Cloud-init’s cloud-config also provides the ability to utilise Jinja templating. The user can make use of the previously mentioned metadata in their own user data to make decisions on how to setup an instance. This allows for custom user data settings depending on the cloud, region, or even storage and networking configurations.

## template: jinja
#cloud-config
{% set NAME=’system-’ ~ v1.platform ~ ‘-’ ~ v1.region ~ ‘-’ ~ range(9) | random
%}
hostname: {{ NAME }}
{% if v1.cloud_name == ‘aws’ and v1.region == ‘us-east-2’ -%}
echo Installing custom packages
...
{%- endif %}

The mechanism to provide user data varies by cloud. However, most provide a method via the UI as well as via some API or CLI mechanism as well.

Below is an example found on Microsoft’s Azure Cloud Computing Platform launch screen.

Cloud provided command-line tools to launch instances have user data flags to pass a user data file during instances creation.

aws ec2 run-instances --image-id ami-abc1234 --count 1 \
    --instance-type m4.large --key-name keypair \
    --subnet-id subnet-abcd1234 --security-group-ids sg-abcd1234 \
    --user-data file://user_data.yaml

Finally, a user can view the passed in user data with cloud-init’s query subcommand.

$ cloud-init query userdata
#cloud-config
users:
- name: powersj
    ssh-import-id: lp:powersj
    shell: /bin/bash
    sudo: [‘ALL=(ALL) NOPASSWD:ALL’]

Vendor Data

Vendor data is the same as user data, however, it comes from the cloud platform vendor itself. User data directives always takes precedence over vendor data. The value of vendor data is it allows the cloud vendor to specify potentially platform or region specific values for instances. For example, setting up package mirrors, NTP servers, etc. Also note that vendor data is completely optional and not required for configuring an instance.

$ cloud-init query vendordata
#cloud-config
{}

The four stages of cloud-init

During the boot process cloud-init executes four stages. Each of these stages are setup to allow cloud-init to configure the instance from very early on to allow for network and storage configurations to occur before the rest of the system is configured.
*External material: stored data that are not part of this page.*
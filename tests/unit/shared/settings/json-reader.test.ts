import { describe, expect, it } from 'vitest'
import { pressExample } from '../../../../shared/settings/examples'
import { readJson } from '../../../../shared/settings/json-reader'
import { writeJson } from '../../../../shared/settings/write-json'

const first = (text: string) => {
  const outcome = readJson(text)
  if (outcome.ok) throw new Error('the text was read')
  return outcome.errors[0]
}

describe('readJson', () => {
  it('answers file, content and receipt', () => {
    const outcome = readJson(writeJson(pressExample))
    expect(outcome).toMatchObject({ ok: true, value: { file: pressExample, normalised: { form: 'json', rounded: 0, converted: 0, encoding: 'utf-8', decodedTexts: [] } } })
  })

  it('counts what rounding changed', () => {
    const text = writeJson(pressExample).replace('"softLimitMax": 180', '"softLimitMax": 180.00000049').replace('"jogSpeed": 50', '"jogSpeed": 50.00000000')
    const outcome = readJson(text, 'utf-8-bom')
    expect(outcome.ok && outcome.value.normalised).toMatchObject({ rounded: 1, encoding: 'utf-8-bom' })
  })

  it('tells where the text stops making sense', () => {
    expect(first('{\n  "schema": x\n}')).toEqual({ at: '', line: 2, column: 13, code: 'json-syntax', message: 'A value cannot begin with "x".' })
    expect(first('')).toMatchObject({ line: 1, column: 1, message: 'A value is missing: the file ends here. Was it cut short? Export it again.' })
    expect(first('{ "note": "a\u0007" }')).toMatchObject({ column: 13, message: 'Character 7 must be written as an escape inside a text.' })
    expect(first('{ "note": "a')).toMatchObject({ column: 13, message: 'The text is not closed: a quote is missing.' })
    expect(first('{ "note": "C:\\temp\\x" }')).toMatchObject({ message: '"\\x" is no escape; a backslash itself is written \\\\.' })
    expect(first('{ "a": 1, }')).toMatchObject({ message: 'Nothing follows the comma before "}": take the comma out.' })
    expect(first('{ "a": 1 } x')).toMatchObject({ message: 'Nothing may follow the closing sign; "x" does.' })
    expect(first('[ 01 ]')).toMatchObject({ column: 3, message: 'A number does not begin with 0 before other digits.' })
  })

  it('wants an object', () => {
    for (const text of ['[]', '"file"', '5', 'null', 'true']) expect(first(text)).toMatchObject({ at: '', code: 'json-syntax', value: text })
  })

  it('tells the place of a value in characters, not in code units', () => {
    expect(first('{ "😀": 1, "extra": { " K": 1 } }')).toMatchObject({ code: 'missing' })
    const outcome = readJson('{ "note": "😀", "colour": 1 }')
    expect(!outcome.ok && outcome.errors.find(error => error.code === 'key-unknown')).toMatchObject({ line: 1, column: 16 })
  })

  it('shows at most 80 characters of a value', () => {
    const outcome = readJson(writeJson(pressExample).replace('"After the new lid gasket."', `"${'x'.repeat(3000)}"`))
    expect(!outcome.ok && outcome.errors).toMatchObject([{ at: '/note', code: 'text-length', value: `"${'x'.repeat(79)}`, message: '3000 characters; 1 to 2000 are allowed.' }])
  })
})
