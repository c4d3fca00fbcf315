import fc from 'fast-check'
import { describe, expect, it } from 'vitest'
import { decodeCsv, decodeJson, placeOfByte } from '../../../../shared/settings/decode'

const utf8 = (text: string) => new TextEncoder().encode(text)
const utf16le = (text: string) => new Uint8Array(Buffer.from(text, 'utf16le'))
const utf16be = (text: string) => new Uint8Array(Buffer.from(text, 'utf16le').swap16())
const marked = (mark: readonly number[], bytes: Uint8Array) => Uint8Array.from([...mark, ...bytes])
const header = 'section,row,field,value,unit\nunit,,model,Größe ² 😀,\n'

describe('the CSV form', () => {
  it.each([
    ['UTF-8', utf8(header), 'utf-8'], ['UTF-8 with mark', marked([0xef, 0xbb, 0xbf], utf8(header)), 'utf-8-bom'],
    ['UTF-16, low first, with mark', marked([0xff, 0xfe], utf16le(header)), 'utf-16le'], ['UTF-16, high first, with mark', marked([0xfe, 0xff], utf16be(header)), 'utf-16be'],
    ['UTF-16, low first, without mark', utf16le(header), 'utf-16le'], ['UTF-16, high first, without mark', utf16be(header), 'utf-16be'],
    ['UTF-16 with a capital first', utf16le(header.replace('s', 'S')), 'utf-16le', header.replace('s', 'S')],
  ])('is read as %s', (_, bytes, encoding, text = header) => {
    expect(decodeCsv(bytes)).toEqual({ ok: true, text, encoding })
  })

  it('is Windows-1252 where it is not UTF-8', () => {
    expect(decodeCsv(Uint8Array.from([0x73, 0xe4, 0x80]))).toEqual({ ok: true, text: 'sä€', encoding: 'windows-1252' })
  })

  it('is UTF-8 where it could be either', () => {
    fc.assert(fc.property(fc.string({ unit: 'grapheme', minLength: 1 }).filter(text => !['\0', 's\0', 'S\0', '\ufeff'].some(start => text.startsWith(start))), (text) => {
      const decoded = decodeCsv(utf8(text))
      return decoded.ok && decoded.text === text
    }))
  })

  it('is refused where no encoding has the byte', () => {
    expect(decodeCsv(Uint8Array.from([0x73, 0xe4, 0x81]))).toMatchObject({ ok: false, byte: 2 })
  })

  it('is refused where UTF-16 is cut or a surrogate stands alone', () => {
    expect(decodeCsv(marked([0xff, 0xfe], Uint8Array.from([0x73])))).toMatchObject({ ok: false })
    expect(decodeCsv(marked([0xff, 0xfe], Uint8Array.from([0x73, 0, 0x3d, 0xd8])))).toMatchObject({ ok: false })
  })

  it('keeps a second mark, for the reader to refuse', () => {
    expect(decodeCsv(marked([0xef, 0xbb, 0xbf], utf8('\ufeffs')))).toEqual({ ok: true, text: '\ufeffs', encoding: 'utf-8-bom' })
  })
})

describe('the JSON form', () => {
  it('is UTF-8, with or without mark', () => {
    expect(decodeJson(utf8('{"a":"é"}'))).toEqual({ ok: true, text: '{"a":"é"}', encoding: 'utf-8' })
    expect(decodeJson(marked([0xef, 0xbb, 0xbf], utf8('{}')))).toEqual({ ok: true, text: '{}', encoding: 'utf-8-bom' })
  })

  it('is not UTF-16', () => {
    expect(decodeJson(marked([0xff, 0xfe], utf16le('{}')))).toMatchObject({ ok: false, byte: 0 })
    expect(decodeJson(marked([0xfe, 0xff], utf16be('{}')))).toMatchObject({ ok: false, byte: 0 })
  })

  // RFC 3629: no overlong forms, no surrogates, nothing beyond U+10FFFF, no lone or missing continuation bytes.
  it.each([[[0xc0, 0xaf], 'overlong'], [[0xed, 0xa0, 0x80], 'surrogate'], [[0xf4, 0x90, 0x80, 0x80], 'beyond'], [[0x80], 'lone'], [[0xe2, 0x82], 'cut'], [[0xff], 'never']])(
    'is refused with %j (%s)', (bytes) => {
      expect(decodeJson(Uint8Array.from([0x7b, ...bytes, 0x7d]))).toMatchObject({ ok: false, byte: 1 })
    })

  it('names the first byte that is wrong, also after a real replacement character', () => {
    const bytes = Uint8Array.from([...utf8('{"a":"\ufffd'), 0xe4, 0x22, 0x7d])
    expect(decodeJson(bytes)).toMatchObject({ ok: false, byte: utf8('{"a":"\ufffd').length })
  })

  it('is refused wherever one byte of a valid text is spoilt', () => {
    fc.assert(fc.property(fc.string({ unit: 'grapheme', maxLength: 12 }), fc.nat(), (text, at) => {
      const bytes = utf8(`{${text}}`)
      const spoilt = 1 + (at % (bytes.length - 1))
      bytes[spoilt] = 0xff
      const decoded = decodeJson(bytes)
      return !decoded.ok && decoded.byte !== undefined && decoded.byte <= spoilt && decoded.byte > spoilt - 4
    }))
  })
})

describe('placeOfByte', () => {
  it.each([[0, 1, 1], [2, 1, 3], [3, 2, 1], [4, 2, 2], [5, 3, 1]])('byte %d is line %d, column %d', (byte, line, column) => {
    expect(placeOfByte(utf8('ab\nc\nd'), byte)).toEqual({ line, column })
  })
})
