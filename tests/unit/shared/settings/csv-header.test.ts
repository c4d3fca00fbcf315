import { describe, expect, it } from 'vitest'
import { findHeader } from '../../../../shared/settings/csv-header'

const names = ['section', 'row', 'field', 'value', 'unit']
const header = (delimiter: string) => names.join(delimiter)

describe('findHeader', () => {
  it.each([',', ';', '\t'] as const)('takes the five names parted by %j', (delimiter) => {
    const text = `${header(delimiter)}\nunit`
    expect(findHeader(text)).toEqual({ delimiter, header: 0, body: header(delimiter).length + 1 })
  })

  it('does not mind case, outer spaces, quotes and empty cells behind', () => {
    for (const line of ['Section,ROW,field,Value,unit', ' section , row,field ,value, unit ', '"section","row","field","value","unit"', 'section,row,field,value,unit,,']) {
      expect(findHeader(`${line}\n`)?.delimiter).toBe(',')
    }
  })

  it('passes a sep line over, and holds the header to it', () => {
    expect(findHeader(`sep=;\n${header(';')}\nx`)).toEqual({ delimiter: ';', header: 6, body: 6 + header(';').length + 1 })
    expect(findHeader(`SEP=,\n${header(',')}`)?.delimiter).toBe(',')
    expect(findHeader(`"sep=;"\n${header(';')}`)?.delimiter).toBe(';')
    expect(findHeader(`sep=\t\n${header('\t')}`)?.delimiter).toBe('\t')
    expect(findHeader(`sep=;\n${header(',')}`)).toBeUndefined()
    expect(findHeader(`sep=|\n${header('|')}`)).toBeUndefined()
    expect(findHeader('sep=;\n')).toBeUndefined()
  })

  it('passes empty lines before it over', () => {
    expect(findHeader(`\n\n${header(',')}\n`)).toMatchObject({ header: 2 })
  })

  it.each(['', '\n', 'section,row,field,value', 'section,row,field,value,unit,more', 'section,field,row,value,unit', header('|'), header(' '), `x\n${header(',')}`, 'section;row,field;value,unit'])(
    'finds none in %j', text => expect(findHeader(text)).toBeUndefined())

  it('ends the file without a line end too', () => {
    expect(findHeader(header(','))).toEqual({ delimiter: ',', header: 0, body: header(',').length })
  })
})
The following will describe each stage and what configuration occurs during:

1. Init Local

The first stage runs as early as possible in order to allow cloud-init to generate network configuration and activate networking. As such, this is run as soon as the root filesystem is mounted read-write. Cloud-init will go and search for any local data source objects that may allow it to obtain metadata to configure the system. If any information is received cloud-init will proceed to setup networking devices, including bridges, bonds, vlans, etc.

2. Init

The second stage runs after networking is up and searches for any network data sources to find metadata for the system. This allows for custom storage configurations and expanding disk volumes to occur very early on. At this stage cloud-init will also make any changes it is requested to make to the block devices as well as setup file systems. Finally, the user-data for the system is obtained for use during the next stage.

3. Modules Config

The third stage follows immediately after the previous one to guaranteed networking and begins running the cloud-init config modules. Here SSH keys are imported, apt or yum is configured, and time related services are configured.

4. Modules Final

The final stage will then run at the very end of the boot process. This stage involves package install and configuration via user-scripts. Puppet and chef tools are setup and configured, and finally the final message module is run.

Summary

Cloud-init is an essential tool for cloud instance initialisation. It provides the ability to setup and configure instances across clouds and distributions. Instances can be configured with special storage and networking and with customised software configurations.